### [PROBLEM TO WORK ON]
Go through the data and copy every line in which "thrustbook" appears.

(Stored items)
* * *

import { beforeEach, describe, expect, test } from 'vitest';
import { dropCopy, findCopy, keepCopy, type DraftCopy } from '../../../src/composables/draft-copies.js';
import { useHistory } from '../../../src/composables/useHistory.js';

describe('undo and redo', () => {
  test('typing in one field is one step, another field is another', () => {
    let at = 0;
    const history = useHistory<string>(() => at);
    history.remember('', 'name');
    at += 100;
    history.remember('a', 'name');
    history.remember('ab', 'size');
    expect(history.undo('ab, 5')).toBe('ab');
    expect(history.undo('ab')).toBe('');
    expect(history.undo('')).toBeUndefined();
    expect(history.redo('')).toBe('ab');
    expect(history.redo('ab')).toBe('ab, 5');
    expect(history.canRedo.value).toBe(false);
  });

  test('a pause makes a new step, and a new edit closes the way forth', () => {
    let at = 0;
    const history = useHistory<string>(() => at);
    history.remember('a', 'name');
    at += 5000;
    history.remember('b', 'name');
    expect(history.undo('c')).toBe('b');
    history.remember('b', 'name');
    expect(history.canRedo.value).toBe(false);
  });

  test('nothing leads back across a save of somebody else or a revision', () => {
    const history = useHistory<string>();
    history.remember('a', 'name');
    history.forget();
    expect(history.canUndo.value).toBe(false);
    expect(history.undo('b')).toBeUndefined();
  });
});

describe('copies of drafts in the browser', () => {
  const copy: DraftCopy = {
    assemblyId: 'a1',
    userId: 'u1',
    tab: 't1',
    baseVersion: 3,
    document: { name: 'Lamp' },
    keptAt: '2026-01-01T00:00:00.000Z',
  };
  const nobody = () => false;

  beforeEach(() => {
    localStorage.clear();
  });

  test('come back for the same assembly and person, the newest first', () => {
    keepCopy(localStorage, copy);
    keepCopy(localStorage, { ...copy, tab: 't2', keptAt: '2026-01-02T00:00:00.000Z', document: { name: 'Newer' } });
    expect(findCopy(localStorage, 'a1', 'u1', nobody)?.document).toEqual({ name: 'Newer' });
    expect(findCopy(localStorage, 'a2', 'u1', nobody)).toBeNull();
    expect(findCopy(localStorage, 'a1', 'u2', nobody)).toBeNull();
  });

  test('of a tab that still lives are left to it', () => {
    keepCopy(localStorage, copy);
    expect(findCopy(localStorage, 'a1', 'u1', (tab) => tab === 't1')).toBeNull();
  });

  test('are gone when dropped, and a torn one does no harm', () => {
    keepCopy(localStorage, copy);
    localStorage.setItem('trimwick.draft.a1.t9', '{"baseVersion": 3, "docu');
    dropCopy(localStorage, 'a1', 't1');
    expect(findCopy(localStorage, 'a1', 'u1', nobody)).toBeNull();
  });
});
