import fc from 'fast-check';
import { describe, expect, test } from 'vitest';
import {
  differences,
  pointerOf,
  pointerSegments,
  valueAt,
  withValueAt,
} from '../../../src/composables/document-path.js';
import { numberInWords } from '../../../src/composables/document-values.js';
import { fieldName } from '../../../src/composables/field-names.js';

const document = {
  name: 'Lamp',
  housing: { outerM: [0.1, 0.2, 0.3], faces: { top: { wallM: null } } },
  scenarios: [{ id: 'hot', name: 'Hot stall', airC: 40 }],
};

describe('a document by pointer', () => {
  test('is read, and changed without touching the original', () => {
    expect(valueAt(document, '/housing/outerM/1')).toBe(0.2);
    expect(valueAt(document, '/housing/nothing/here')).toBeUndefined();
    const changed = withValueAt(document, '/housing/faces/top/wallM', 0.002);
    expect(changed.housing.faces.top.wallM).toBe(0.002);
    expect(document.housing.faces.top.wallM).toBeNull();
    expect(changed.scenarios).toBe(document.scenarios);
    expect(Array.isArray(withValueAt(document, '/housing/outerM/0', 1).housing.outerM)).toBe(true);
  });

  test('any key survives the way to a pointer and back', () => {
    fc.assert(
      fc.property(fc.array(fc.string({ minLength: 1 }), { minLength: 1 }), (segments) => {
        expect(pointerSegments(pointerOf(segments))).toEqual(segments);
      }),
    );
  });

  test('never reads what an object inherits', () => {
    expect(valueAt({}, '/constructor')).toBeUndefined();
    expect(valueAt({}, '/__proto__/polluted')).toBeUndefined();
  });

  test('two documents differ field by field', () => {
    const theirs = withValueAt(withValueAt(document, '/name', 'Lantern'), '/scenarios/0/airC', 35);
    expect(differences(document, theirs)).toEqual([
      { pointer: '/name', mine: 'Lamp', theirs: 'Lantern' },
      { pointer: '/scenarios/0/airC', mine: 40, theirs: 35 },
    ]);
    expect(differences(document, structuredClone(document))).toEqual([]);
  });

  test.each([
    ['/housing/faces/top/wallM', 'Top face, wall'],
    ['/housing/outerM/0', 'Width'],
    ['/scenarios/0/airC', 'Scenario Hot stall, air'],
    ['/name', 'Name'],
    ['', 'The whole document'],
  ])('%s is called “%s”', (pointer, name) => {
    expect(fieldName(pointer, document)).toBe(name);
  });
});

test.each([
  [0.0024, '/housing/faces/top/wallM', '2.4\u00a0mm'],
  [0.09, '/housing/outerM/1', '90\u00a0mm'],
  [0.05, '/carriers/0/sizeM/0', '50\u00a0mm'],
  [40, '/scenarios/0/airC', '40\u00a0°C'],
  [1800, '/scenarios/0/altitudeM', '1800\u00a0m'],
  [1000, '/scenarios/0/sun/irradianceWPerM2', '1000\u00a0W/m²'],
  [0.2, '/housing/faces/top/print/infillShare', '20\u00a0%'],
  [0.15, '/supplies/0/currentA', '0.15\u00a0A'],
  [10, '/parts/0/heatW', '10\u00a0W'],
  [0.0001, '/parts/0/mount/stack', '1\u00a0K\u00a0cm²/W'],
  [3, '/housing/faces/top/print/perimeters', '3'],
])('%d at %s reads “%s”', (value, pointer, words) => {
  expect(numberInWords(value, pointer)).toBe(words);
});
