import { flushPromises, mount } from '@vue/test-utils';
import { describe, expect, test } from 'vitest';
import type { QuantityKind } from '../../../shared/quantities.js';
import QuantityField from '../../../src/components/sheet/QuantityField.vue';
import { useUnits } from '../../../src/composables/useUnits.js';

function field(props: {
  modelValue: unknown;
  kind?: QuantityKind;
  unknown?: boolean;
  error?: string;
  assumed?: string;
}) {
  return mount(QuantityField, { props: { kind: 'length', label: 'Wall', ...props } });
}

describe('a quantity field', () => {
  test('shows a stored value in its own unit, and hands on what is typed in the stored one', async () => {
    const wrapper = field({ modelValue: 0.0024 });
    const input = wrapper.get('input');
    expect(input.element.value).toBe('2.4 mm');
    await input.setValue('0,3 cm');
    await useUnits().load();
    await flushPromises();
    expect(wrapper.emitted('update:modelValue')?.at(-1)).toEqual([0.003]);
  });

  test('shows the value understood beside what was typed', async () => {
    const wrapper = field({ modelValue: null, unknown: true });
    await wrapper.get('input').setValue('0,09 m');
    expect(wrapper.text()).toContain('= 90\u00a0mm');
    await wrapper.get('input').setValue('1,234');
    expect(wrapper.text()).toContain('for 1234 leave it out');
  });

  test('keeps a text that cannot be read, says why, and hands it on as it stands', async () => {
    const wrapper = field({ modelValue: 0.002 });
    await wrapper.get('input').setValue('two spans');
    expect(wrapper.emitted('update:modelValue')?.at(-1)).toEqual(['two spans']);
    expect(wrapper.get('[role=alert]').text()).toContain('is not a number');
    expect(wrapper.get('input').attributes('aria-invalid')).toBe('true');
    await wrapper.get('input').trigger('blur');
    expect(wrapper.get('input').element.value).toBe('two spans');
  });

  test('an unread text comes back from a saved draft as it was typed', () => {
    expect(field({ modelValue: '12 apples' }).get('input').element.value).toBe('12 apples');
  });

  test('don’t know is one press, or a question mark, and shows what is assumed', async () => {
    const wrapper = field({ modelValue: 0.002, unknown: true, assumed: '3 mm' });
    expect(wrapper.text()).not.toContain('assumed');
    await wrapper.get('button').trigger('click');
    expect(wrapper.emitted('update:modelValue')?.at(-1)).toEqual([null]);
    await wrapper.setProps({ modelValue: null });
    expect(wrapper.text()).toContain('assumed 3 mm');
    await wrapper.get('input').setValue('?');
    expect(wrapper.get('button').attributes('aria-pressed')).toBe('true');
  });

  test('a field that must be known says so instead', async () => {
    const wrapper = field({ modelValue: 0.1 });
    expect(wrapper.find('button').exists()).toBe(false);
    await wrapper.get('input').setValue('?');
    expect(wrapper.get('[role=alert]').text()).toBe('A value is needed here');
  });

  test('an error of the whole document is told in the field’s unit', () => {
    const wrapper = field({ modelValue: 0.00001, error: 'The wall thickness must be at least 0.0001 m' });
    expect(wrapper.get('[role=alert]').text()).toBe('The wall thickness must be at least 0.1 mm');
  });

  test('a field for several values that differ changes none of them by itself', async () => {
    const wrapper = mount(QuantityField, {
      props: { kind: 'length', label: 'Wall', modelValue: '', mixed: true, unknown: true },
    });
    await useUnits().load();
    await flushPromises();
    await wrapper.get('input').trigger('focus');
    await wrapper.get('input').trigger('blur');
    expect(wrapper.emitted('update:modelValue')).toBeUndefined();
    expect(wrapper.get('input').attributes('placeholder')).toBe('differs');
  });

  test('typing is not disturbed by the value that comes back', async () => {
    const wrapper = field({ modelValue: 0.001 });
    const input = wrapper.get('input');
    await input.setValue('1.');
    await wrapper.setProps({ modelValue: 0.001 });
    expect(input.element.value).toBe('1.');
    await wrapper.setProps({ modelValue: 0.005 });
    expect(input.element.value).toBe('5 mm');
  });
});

* * *

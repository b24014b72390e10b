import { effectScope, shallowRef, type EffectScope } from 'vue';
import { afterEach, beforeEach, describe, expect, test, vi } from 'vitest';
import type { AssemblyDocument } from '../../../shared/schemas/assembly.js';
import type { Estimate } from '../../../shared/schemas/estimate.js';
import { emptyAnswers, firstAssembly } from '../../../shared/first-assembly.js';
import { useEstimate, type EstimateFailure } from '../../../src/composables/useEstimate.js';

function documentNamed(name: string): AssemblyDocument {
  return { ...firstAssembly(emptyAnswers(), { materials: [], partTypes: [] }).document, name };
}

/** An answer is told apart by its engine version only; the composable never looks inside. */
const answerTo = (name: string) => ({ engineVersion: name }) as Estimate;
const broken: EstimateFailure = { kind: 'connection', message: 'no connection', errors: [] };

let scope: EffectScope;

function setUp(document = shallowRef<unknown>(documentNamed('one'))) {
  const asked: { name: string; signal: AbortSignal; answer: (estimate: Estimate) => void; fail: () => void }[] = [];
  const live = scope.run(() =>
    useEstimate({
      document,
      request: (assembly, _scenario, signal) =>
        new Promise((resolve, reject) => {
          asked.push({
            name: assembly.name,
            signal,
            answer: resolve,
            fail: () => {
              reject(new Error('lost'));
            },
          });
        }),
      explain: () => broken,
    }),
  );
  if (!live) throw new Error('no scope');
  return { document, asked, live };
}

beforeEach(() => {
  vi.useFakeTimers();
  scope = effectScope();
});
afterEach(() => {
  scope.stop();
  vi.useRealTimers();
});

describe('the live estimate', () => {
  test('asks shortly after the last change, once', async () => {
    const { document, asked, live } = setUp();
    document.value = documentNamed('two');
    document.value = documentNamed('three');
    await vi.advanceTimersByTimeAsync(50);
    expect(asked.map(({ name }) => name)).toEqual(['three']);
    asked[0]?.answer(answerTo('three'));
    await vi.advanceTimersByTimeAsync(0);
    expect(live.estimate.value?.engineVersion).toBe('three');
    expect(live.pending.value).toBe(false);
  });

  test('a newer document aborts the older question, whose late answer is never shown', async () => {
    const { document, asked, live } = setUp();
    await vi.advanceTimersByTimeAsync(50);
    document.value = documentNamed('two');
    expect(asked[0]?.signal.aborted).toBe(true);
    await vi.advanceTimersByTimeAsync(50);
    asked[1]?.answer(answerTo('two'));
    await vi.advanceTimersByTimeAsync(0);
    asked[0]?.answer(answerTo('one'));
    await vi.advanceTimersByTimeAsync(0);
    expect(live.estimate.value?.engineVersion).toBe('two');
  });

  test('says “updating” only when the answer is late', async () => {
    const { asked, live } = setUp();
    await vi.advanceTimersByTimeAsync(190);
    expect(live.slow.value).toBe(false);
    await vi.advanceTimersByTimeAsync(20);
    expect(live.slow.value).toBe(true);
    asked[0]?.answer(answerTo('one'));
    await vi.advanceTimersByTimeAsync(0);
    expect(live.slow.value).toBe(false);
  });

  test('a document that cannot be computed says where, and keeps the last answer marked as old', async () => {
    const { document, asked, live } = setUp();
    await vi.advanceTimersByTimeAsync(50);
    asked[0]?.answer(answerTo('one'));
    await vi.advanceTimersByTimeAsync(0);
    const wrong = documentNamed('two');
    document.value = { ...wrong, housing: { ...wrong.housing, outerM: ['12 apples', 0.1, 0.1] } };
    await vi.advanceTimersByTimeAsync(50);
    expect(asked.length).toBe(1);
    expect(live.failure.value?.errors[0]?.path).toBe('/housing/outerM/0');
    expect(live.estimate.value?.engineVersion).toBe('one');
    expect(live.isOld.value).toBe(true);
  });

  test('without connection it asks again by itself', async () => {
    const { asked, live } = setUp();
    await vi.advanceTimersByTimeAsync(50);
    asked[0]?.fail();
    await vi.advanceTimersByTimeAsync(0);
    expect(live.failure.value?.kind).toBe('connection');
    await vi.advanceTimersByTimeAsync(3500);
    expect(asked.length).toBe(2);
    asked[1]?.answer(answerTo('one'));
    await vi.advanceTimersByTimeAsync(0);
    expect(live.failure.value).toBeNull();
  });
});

* * *

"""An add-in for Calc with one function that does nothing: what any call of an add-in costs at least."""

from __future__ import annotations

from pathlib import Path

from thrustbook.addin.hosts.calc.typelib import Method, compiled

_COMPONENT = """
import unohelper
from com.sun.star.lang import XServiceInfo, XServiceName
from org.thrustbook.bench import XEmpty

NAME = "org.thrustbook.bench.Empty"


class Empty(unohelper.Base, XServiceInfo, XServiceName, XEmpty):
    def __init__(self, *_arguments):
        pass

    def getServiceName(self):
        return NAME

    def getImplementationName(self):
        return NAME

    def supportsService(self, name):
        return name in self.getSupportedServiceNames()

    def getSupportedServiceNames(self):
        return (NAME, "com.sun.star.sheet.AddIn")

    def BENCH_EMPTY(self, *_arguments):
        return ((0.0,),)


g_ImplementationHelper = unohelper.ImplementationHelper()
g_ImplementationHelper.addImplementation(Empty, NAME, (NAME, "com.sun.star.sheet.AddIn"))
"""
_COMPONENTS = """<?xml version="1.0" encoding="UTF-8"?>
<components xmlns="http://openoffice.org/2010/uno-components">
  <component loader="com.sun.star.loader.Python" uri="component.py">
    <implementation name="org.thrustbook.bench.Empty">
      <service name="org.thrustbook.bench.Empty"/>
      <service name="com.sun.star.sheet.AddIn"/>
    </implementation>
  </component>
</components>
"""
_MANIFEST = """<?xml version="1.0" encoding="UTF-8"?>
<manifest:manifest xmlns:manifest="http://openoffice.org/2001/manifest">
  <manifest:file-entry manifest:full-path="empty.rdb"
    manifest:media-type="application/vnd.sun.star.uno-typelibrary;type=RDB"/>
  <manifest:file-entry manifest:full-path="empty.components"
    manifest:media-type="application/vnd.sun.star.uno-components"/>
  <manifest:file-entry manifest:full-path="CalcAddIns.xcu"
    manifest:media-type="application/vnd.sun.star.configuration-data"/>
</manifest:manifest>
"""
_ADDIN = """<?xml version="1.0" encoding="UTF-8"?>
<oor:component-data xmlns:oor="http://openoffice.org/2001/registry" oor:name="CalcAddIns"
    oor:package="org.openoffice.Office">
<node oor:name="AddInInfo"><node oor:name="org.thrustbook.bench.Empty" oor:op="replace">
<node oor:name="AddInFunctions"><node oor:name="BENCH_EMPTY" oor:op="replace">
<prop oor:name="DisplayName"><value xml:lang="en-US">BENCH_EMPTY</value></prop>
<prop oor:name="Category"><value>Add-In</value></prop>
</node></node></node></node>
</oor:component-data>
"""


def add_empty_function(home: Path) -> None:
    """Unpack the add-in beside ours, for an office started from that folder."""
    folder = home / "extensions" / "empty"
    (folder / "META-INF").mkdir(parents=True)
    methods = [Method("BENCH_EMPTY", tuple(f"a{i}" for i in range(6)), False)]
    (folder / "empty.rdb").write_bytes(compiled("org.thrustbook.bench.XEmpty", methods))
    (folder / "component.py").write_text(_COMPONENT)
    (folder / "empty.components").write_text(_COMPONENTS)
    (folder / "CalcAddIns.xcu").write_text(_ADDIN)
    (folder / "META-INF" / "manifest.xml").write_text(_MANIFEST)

* * *

### [RESULT OF THIS TASK]
from thrustbook.addin.hosts.calc.typelib import Method, compiled
from org.thrustbook.bench import XEmpty
NAME = "org.thrustbook.bench.Empty"
    <implementation name="org.thrustbook.bench.Empty">
      <service name="org.thrustbook.bench.Empty"/>
<node oor:name="AddInInfo"><node oor:name="org.thrustbook.bench.Empty" oor:op="replace">
    (folder / "empty.rdb").write_bytes(compiled("org.thrustbook.bench.XEmpty", methods))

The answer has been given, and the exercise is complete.